- Born: July 26, 1996 (age 29) Geneva
- Occupations: Actor, musician
- Years active: 1996-present

= Tshanda Sangwa =

Congolese actor and musician (born 1996)

Tshanda Sangwa (born 26 July 1996) is a Swiss-Congolese actor and musician.

==Biography==
Sangwa was born in Geneva in 1996. His parents are both musicians: his father Maray was a singer and dancer in Papa Wemba's orchestra, and his mother Sonia, was a Swiss music teacher. He said that he received no family pressure to pursue a music career.

In November 2001, he appeared in the commercial "Bébé Rico" advertising children's cosmetic products. Very soon thereafter, he became known by the public under the name "Baby Tshanda". For his first concert in June 2002, at the age of six, Sangwa performed at the Halle de la Gombe in Kinshasa in front of 50,000 spectators. In November 2002, he was appointed Ambassador for the Rights of the Child by the European Foundation for the Rights of the Child.

In August 2003, Sangwa performed at the 4th Pan-African Music Festival (FESPAM) in Brazzaville, sharing the stage with Youssou N'Dour, Manu Dibango, Magic System, and Koffi Olomide.

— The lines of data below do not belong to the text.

/// The pins and corridors of this chart's series (or shock) in its units, in plot values;
/// only corridors within the forecast are drawn (the checks name the others).
fn scene_of(input: &ChartInput) -> Scene {
    let (view, results) = (input.view, input.results);
    let h = results.labels.len() as i64 - results.history as i64 - 1;
    let pins = input
        .file
        .pins
        .iter()
        .enumerate()
        .filter(|(_, p)| p.active && on_chart(&p.series, &p.shock, p.units, view))
        .filter_map(|(k, p)| horizon(results, &p.period).map(|t| (k, t as f64, p.value)))
        .collect();
    let corridors = input
        .file
        .corridors
        .iter()
        .enumerate()
        .filter(|(_, c)| c.active && on_chart(&c.series, &c.shock, c.units, view))
        .filter_map(|(k, c)| {
            let (a, b) = (horizon(results, &c.from)?, horizon(results, &c.to)?);
            if a < 1 || b > h {
                return None;
            }
            let n = usize::try_from(b - a + 1).ok()?;
            let (lower, upper) = (bounds(&c.lower, n), bounds(&c.upper, n));
            Some((k, a, lower.into_iter().zip(upper).collect()))
        })
        .collect();
    Scene {
        pins,
        corridors,
        h,
        units: view.units,
    }
}

/// The value range shown and the snapping step.
struct Frame {
    lo: f64,
    hi: f64,
    step: f64,
}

Sangwa received the "Revelation Fespam 2003" prize. For his first film role, in August 2004, he played the Little Prince in Mwezé Ngangura's film Les Habits Neufs du Gouverneur.

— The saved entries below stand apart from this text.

function evaluate(input: CheckDescription, model: StrengthModel, confidence: ConfidenceConvention): CheckNumbers {
  const { shape, scale } = model.parameters;
  const unit = input.stressUnit;
  const stress = (x: number) => `${formatNumber(x)} ${unit}`;
  const sizes = resolveSizes(input, shape);
  const k = sizes.part.value / sizes.specimen.value;
  const sizeWord = input.flaws === "volume" ? "effective volume" : "effective area";
  const applied = input.appliedStress ?? sizes.tablePeak!;
  const target = targetProbability(input);
  const survival = input.requirement.kind === "survival" ? input.requirement.survival : 1 - target.value;
  const weibull = `two-parameter Weibull, size ratio ${formatNumber(k)}`;

  const inertPoint =
    input.requirement.kind === "survival"
      ? designStress({ survival, shape, scale, sizeRatio: k })
      : strengthAtFailureProbability({ failureProbability: target.value, shape, scale, sizeRatio: k });
  const inertLower = model.lowerBound ? model.lowerBound(survival, k) : null;
  const onBound = inertLower !== null;
  const inertBasis = inertLower ?? inertPoint;
  const basisWord = onBound ? confidence.boundLabel : "point estimate (no confidence bound)";

  // The proof test's floor on the design flaw's inert strength (check-time.ts).
  const proofStress = input.proof?.proofStress ?? 0;
  const designInert = Math.max(inertBasis, proofStress);
  const designInertPoint = Math.max(inertPoint, proofStress);

  const life = input.lifetime;
  let lifetime: BoundedLine | null = null;
  let lifetimeInB = 0;
  if (life) {
    const bTime = parseBUnit(life.bUnit)!.time;
    // The lifetime in B's time unit, so t and B share one unit.
    lifetimeInB = convertTime(life.lifetime, life.timeUnit, bTime);
    const value = lifetimeStressFromInert({ inertStrength: designInert, lifetime: lifetimeInB, n: life.n, B: life.B });
    const pointEstimate = lifetimeStressFromInert({ inertStrength: designInertPoint, lifetime: lifetimeInB, n: life.n, B: life.B });
    lifetime = {
      value,
      pointEstimate,
      basis:
        `strength-probability-time: the design flaw's inert strength ${stress(designInert)} (${designInert === proofStress && proofStress > inertBasis ? "the proof stress" : basisWord}) ` +
        `carried over ${formatNumber(life.lifetime)} ${life.timeUnit} of constant stress by power-law crack growth, ` +
        `B s^(n-2) + t s^n = B s_i^(n-2), n = ${formatNumber(life.n)}, B = ${formatNumber(life.B)} ${life.bUnit}; ` +
        `point estimate ${stress(pointEstimate)} shown beside, not used for the verdict${onBound ? "" : " (no bound exists)"}`,
    };
  }

  const governing: Governing = life
    ? {
        check: "lifetime",
        name: `allowable stress over ${formatNumber(life.lifetime)} ${life.timeUnit} of sustained load (slow crack growth)`,
        allowable: lifetime!.value,
        basis:
          "the constant stress the design flaw sustains for the lifetime under power-law crack growth, from its inert strength " +
          (designInert > inertBasis ? `(the proof stress ${stress(proofStress)}, which every proof-test survivor reaches)` : `(${basisWord})`),
      }
    : {
        check: "inert",
        name: designInert > inertBasis ? "allowable stress of proof-tested parts (the proof stress)" : "inert allowable stress at the required survival",
        allowable: designInert,
        basis:
          designInert > inertBasis
            ? `the proof stress ${stress(proofStress)}: every part that survives the proof test is at least this strong (inert)`
            : `${basisWord} of the stress at the required survival`,
      };
  const pass = applied <= governing.allowable;

  // Failure probability in service: at the applied stress, or, with a lifetime, at the inert strength a flaw needs to survive it.
  const equivalentInert = life ? inertStrengthToSurvive({ stress: applied, duration: lifetimeInB, n: life.n, B: life.B }) : applied;
  const screened = input.proof !== null && equivalentInert <= proofStress;
  const pfPointValue = input.proof
    ? postProofFailureProbability({ stress: equivalentInert, proofStress, shape, scale, sizeRatio: k })
    : failureProbability({ stress: equivalentInert, shape, scale, sizeRatio: k });
  const service = life ? `over ${formatNumber(life.lifetime)} ${life.timeUnit} at ${stress(applied)}` : `at ${stress(applied)}`;
  const pfPoint: ResultLine = {
    value: pfPointValue,
    basis: `point estimate ${service}${input.proof ? ", proof-test survivors" : ""}: ${weibull}` + (screened ? "; zero: the proof test screens out every part that would fail" : ""),
  };
  // Upper bound: the dual of the lower-bound allowable. Among proof-test survivors the failure probability is at most the unscreened one.
  const pfUpperValue = model.lowerBound ? (screened ? 0 : failureProbabilityUpper(model.lowerBound, equivalentInert, k)) : null;
  const pfUpper: ResultLine | null =
    pfUpperValue === null
      ? null
      : {
          value: pfUpperValue,
          basis:
            `${formatLevel(confidence.oneSided)} one-sided upper bound ${service}: the failure probability at which the lower-bound allowable equals this stress` +
            (input.proof && !screened ? "; the proof test's screening is not credited (conservative)" : "") +
            (screened ? "; zero: the proof test screens out every part that would fail" : ""),
        };

  const lotPf = pfUpperValue ?? pfPointValue;
  const lotBasis = pfUpperValue === null ? "point estimate of the failure probability" : `${formatLevel(confidence.oneSided)} one-sided upper bound on the failure probability`;
  const expected: BoundedLine = {
    value: lotExpected(lotPf, input.lotSize),
    pointEstimate: lotExpected(pfPointValue, input.lotSize),
    basis: `lot of ${input.lotSize} parts x the ${lotBasis} ${service}`,
  };
  const upperCount: BoundedLine = {
    value: lotCount(lotPf, input.lotSize, confidence.oneSided),
    pointEstimate: lotCount(pfPointValue, input.lotSize, confidence.oneSided),
    basis:
      `count not exceeded with ${formatLevel(confidence.oneSided)} probability in a binomial lot of ${input.lotSize}, ` +
      `at the ${lotBasis}` +
      (pfUpperValue === null ? "" : " (the lot's chance and the fit's uncertainty each at that level: conservative)"),
  };

  const proof = input.proof
    ? proofCredit(input, { applied, proofStress, inertBasis, basisWord, designInert, lifetimeInB, k, shape, scale, model, pass, stress })
    : null;

  return {
    applied,
    appliedStress: { value: applied, basis: input.appliedStress === null ? "peak tensile stress of the element table" : "as given in the check" },
    specimenSize: { value: sizes.specimen.value, basis: sizes.specimen.how },
    partSize: { value: sizes.part.value, basis: sizes.part.how },
    sizeRatio: {
      value: k,
      basis:
        `part ${sizeWord} ${formatNumber(sizes.part.value)} ${sizes.unit.text} / specimen ${sizeWord} ${formatNumber(sizes.specimen.value)} ${sizes.unit.text}; ` +
        `assumes one ${input.flaws} flaw population, the same surface finish and environment in both (ASTM C1683)`,
    },
    target,
    allowablePoint: { value: inertPoint, basis: `point estimate: ${weibull}, ${model.parameters.basis}` },
    allowableLower:
      inertLower === null ? null : { value: inertLower, basis: `${confidence.boundLabel} on the same stress: ${model.boundMethod}` },
    onBound,
    pfPoint,
    pfUpper,
    expected,
    upperCount,
    lifetime,
    proof,
    governing,
    reserveFactor: governing.allowable / applied,
    pass,
    shape,
  };
}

In April 2006, Sangwa served as a guide for the "little zebras" in Kinshasa: a program of the Swiss Romande Radio. The recordings were made in different schools and have as their main topic the rights of the child. The program won a prize in Switzerland, and "the little zebras" were able to participate in the major international radio competition for the rights of the child in Egypt.

After his parents separated in 2008, Sangwa moved to Switzerland with his mother. In 2011, he participated in the program Die grössten Schweizer Talente on SF1. Sangwa subsequently focused on his studies and put his music career on hold. He released an album, Yele, in June 2019.